# Data supplied:
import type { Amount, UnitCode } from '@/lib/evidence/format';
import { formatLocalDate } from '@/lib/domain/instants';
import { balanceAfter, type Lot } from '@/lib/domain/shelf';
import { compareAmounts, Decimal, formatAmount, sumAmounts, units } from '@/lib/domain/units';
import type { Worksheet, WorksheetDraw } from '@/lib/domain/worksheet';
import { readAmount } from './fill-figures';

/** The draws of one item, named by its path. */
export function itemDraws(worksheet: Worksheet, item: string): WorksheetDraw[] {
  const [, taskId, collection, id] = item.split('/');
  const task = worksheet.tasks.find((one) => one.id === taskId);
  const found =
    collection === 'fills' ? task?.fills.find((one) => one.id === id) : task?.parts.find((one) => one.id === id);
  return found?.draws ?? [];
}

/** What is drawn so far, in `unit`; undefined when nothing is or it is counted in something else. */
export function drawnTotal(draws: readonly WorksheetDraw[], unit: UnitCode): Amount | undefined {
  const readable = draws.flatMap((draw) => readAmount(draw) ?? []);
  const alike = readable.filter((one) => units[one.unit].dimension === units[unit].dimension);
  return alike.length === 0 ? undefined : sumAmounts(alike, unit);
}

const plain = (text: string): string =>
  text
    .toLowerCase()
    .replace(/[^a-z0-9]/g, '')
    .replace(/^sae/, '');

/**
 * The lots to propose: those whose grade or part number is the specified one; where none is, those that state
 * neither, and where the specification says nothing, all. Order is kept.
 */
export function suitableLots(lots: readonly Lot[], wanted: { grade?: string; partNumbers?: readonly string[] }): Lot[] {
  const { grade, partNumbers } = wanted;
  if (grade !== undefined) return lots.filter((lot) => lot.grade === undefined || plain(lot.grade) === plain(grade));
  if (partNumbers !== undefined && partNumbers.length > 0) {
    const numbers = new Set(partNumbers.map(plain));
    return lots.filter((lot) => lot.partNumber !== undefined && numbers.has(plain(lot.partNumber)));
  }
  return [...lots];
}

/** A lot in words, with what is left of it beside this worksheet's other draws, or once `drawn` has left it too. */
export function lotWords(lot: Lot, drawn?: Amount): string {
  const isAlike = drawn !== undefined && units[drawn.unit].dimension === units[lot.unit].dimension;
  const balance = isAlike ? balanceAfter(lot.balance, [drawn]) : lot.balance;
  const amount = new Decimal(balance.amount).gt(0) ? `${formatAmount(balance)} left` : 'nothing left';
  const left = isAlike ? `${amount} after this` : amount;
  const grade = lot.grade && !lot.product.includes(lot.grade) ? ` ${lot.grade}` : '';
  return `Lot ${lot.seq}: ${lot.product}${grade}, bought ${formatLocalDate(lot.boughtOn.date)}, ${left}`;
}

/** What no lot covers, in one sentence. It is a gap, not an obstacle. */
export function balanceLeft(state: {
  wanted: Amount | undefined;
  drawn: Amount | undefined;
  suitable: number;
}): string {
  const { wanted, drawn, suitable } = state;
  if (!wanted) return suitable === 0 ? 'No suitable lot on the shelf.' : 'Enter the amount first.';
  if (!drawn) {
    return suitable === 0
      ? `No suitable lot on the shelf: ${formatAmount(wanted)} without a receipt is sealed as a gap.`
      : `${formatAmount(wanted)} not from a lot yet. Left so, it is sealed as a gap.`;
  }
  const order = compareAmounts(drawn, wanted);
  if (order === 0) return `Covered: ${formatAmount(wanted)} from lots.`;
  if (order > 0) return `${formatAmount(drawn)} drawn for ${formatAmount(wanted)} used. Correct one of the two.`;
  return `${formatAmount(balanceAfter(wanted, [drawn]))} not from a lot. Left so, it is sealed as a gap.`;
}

* * *

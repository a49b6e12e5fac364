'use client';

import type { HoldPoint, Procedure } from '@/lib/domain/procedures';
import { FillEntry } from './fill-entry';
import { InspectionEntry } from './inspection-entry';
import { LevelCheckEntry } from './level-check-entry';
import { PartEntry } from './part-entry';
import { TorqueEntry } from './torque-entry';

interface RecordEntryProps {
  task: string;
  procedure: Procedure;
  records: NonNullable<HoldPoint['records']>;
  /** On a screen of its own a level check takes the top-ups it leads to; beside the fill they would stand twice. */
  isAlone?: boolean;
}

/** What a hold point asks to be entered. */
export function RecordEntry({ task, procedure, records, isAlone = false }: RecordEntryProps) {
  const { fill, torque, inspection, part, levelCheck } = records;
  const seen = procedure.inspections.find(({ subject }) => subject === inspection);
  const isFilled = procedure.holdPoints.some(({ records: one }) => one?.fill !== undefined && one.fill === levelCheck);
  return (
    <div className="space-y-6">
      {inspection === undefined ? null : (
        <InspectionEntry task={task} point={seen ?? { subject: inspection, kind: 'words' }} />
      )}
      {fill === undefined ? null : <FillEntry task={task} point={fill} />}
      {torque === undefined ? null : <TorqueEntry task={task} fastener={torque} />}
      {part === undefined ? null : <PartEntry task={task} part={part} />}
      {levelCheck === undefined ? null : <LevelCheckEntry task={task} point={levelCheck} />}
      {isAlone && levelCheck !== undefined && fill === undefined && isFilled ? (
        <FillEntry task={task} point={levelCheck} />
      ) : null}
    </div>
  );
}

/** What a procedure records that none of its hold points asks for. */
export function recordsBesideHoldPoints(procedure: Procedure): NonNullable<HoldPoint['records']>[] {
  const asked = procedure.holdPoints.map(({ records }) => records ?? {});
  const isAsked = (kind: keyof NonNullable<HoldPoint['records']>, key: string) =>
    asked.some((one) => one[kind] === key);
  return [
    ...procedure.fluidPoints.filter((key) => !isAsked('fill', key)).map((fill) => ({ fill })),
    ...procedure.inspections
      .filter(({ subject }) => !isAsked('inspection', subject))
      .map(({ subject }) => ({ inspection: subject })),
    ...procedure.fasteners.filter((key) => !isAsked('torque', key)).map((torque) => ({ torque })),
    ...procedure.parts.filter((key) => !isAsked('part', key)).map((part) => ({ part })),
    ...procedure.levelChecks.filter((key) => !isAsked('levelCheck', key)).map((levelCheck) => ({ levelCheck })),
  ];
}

# Required action:
When the word "product" shows up in a line of the material, count that line; report only the final number.

# Output:
2